··· Supplied data ···

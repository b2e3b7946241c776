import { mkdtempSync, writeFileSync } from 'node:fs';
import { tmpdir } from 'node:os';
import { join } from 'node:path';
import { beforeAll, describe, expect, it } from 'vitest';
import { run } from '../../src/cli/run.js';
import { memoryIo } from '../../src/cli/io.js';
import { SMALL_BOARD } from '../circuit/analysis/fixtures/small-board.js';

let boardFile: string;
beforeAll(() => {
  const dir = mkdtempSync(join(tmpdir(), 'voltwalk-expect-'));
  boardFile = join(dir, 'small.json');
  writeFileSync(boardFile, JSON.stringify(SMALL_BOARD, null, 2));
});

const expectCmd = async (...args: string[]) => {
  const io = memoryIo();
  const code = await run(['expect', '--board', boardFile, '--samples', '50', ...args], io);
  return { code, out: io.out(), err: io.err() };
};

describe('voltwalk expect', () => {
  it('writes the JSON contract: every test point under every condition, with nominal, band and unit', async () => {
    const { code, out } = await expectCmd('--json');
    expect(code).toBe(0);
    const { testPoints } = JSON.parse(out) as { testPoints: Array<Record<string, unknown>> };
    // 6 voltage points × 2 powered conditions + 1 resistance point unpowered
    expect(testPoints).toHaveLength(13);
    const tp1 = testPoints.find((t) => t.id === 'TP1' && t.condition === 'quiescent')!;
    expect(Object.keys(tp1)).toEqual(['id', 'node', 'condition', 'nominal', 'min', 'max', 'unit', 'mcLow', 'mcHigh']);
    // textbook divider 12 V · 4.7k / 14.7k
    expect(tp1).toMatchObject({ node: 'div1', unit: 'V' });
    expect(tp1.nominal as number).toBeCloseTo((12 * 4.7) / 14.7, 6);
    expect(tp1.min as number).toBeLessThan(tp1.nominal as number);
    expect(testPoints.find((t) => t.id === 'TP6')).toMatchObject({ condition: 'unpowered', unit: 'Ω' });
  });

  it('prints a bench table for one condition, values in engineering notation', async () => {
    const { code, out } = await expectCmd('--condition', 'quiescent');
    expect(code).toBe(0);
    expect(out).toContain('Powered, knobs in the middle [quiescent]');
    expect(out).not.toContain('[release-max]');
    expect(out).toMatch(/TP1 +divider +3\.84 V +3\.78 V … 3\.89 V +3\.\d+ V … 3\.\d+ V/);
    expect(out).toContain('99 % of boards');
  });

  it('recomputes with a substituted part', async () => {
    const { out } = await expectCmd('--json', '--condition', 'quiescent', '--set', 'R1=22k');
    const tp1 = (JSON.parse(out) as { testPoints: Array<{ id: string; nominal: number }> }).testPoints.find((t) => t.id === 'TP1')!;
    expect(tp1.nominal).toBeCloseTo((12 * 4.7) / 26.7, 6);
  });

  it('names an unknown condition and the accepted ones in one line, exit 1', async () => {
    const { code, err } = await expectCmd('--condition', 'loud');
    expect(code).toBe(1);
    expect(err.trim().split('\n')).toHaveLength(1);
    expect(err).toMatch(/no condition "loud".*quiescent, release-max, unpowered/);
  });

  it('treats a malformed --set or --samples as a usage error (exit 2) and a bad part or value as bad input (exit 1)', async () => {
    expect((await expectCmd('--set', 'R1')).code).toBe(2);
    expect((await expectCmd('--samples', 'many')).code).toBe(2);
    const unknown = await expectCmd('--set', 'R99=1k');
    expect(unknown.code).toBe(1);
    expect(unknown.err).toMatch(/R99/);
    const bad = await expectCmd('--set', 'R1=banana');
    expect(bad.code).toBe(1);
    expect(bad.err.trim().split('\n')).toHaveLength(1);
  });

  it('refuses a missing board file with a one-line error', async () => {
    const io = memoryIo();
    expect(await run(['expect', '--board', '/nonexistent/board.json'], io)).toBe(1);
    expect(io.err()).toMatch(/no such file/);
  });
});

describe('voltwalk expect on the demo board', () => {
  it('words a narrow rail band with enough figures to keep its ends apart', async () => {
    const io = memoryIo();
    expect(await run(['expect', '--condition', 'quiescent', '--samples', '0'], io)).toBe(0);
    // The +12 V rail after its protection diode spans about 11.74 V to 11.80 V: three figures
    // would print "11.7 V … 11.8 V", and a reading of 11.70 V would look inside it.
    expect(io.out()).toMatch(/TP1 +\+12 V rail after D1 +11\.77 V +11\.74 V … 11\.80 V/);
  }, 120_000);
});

···

_Work to be completed_
The full set of entries must be transcribed exactly.

_Response below_
repository b2e3b7946241c776
import { mkdtempSync, writeFileSync } from 'node:fs';
import { tmpdir } from 'node:os';
import { join } from 'node:path';
import { beforeAll, describe, expect, it } from 'vitest';
import { run } from '../../src/cli/run.js';
import { memoryIo } from '../../src/cli/io.js';
import { SMALL_BOARD } from '../circuit/analysis/fixtures/small-board.js';

let boardFile: string;
beforeAll(() => {
  const dir = mkdtempSync(join(tmpdir(), 'voltwalk-expect-'));
  boardFile = join(dir, 'small.json');
  writeFileSync(boardFile, JSON.stringify(SMALL_BOARD, null, 2));
});

const expectCmd = async (...args: string[]) => {
  const io = memoryIo();
  const code = await run(['expect', '--board', boardFile, '--samples', '50', ...args], io);
  return { code, out: io.out(), err: io.err() };
};

describe('voltwalk expect', () => {
  it('writes the JSON contract: every test point under every condition, with nominal, band and unit', async () => {
    const { code, out } = await expectCmd('--json');
    expect(code).toBe(0);
    const { testPoints } = JSON.parse(out) as { testPoints: Array<Record<string, unknown>> };
    // 6 voltage points × 2 powered conditions + 1 resistance point unpowered
    expect(testPoints).toHaveLength(13);
    const tp1 = testPoints.find((t) => t.id === 'TP1' && t.condition === 'quiescent')!;
    expect(Object.keys(tp1)).toEqual(['id', 'node', 'condition', 'nominal', 'min', 'max', 'unit', 'mcLow', 'mcHigh']);
    // textbook divider 12 V · 4.7k / 14.7k
    expect(tp1).toMatchObject({ node: 'div1', unit: 'V' });
    expect(tp1.nominal as number).toBeCloseTo((12 * 4.7) / 14.7, 6);
    expect(tp1.min as number).toBeLessThan(tp1.nominal as number);
    expect(testPoints.find((t) => t.id === 'TP6')).toMatchObject({ condition: 'unpowered', unit: 'Ω' });
  });

  it('prints a bench table for one condition, values in engineering notation', async () => {
    const { code, out } = await expectCmd('--condition', 'quiescent');
    expect(code).toBe(0);
    expect(out).toContain('Powered, knobs in the middle [quiescent]');
    expect(out).not.toContain('[release-max]');
    expect(out).toMatch(/TP1 +divider +3\.84 V +3\.78 V … 3\.89 V +3\.\d+ V … 3\.\d+ V/);
    expect(out).toContain('99 % of boards');
  });

  it('recomputes with a substituted part', async () => {
    const { out } = await expectCmd('--json', '--condition', 'quiescent', '--set', 'R1=22k');
    const tp1 = (JSON.parse(out) as { testPoints: Array<{ id: string; nominal: number }> }).testPoints.find((t) => t.id === 'TP1')!;
    expect(tp1.nominal).toBeCloseTo((12 * 4.7) / 26.7, 6);
  });

  it('names an unknown condition and the accepted ones in one line, exit 1', async () => {
    const { code, err } = await expectCmd('--condition', 'loud');
    expect(code).toBe(1);
    expect(err.trim().split('\n')).toHaveLength(1);
    expect(err).toMatch(/no condition "loud".*quiescent, release-max, unpowered/);
  });

  it('treats a malformed --set or --samples as a usage error (exit 2) and a bad part or value as bad input (exit 1)', async () => {
    expect((await expectCmd('--set', 'R1')).code).toBe(2);
    expect((await expectCmd('--samples', 'many')).code).toBe(2);
    const unknown = await expectCmd('--set', 'R99=1k');
    expect(unknown.code).toBe(1);
    expect(unknown.err).toMatch(/R99/);
    const bad = await expectCmd('--set', 'R1=banana');
    expect(bad.code).toBe(1);
    expect(bad.err.trim().split('\n')).toHaveLength(1);
  });

  it('refuses a missing board file with a one-line error', async () => {
    const io = memoryIo();
    expect(await run(['expect', '--board', '/nonexistent/board.json'], io)).toBe(1);
    expect(io.err()).toMatch(/no such file/);
  });
});

describe('voltwalk expect on the demo board', () => {
  it('words a narrow rail band with enough figures to keep its ends apart', async () => {
    const io = memoryIo();
    expect(await run(['expect', '--condition', 'quiescent', '--samples', '0'], io)).toBe(0);
    // The +12 V rail after its protection diode spans about 11.74 V to 11.80 V: three figures
    // would print "11.7 V … 11.8 V", and a reading of 11.70 V would look inside it.
    expect(io.out()).toMatch(/TP1 +\+12 V rail after D1 +11\.77 V +11\.74 V … 11\.80 V/);
  }, 120_000);
});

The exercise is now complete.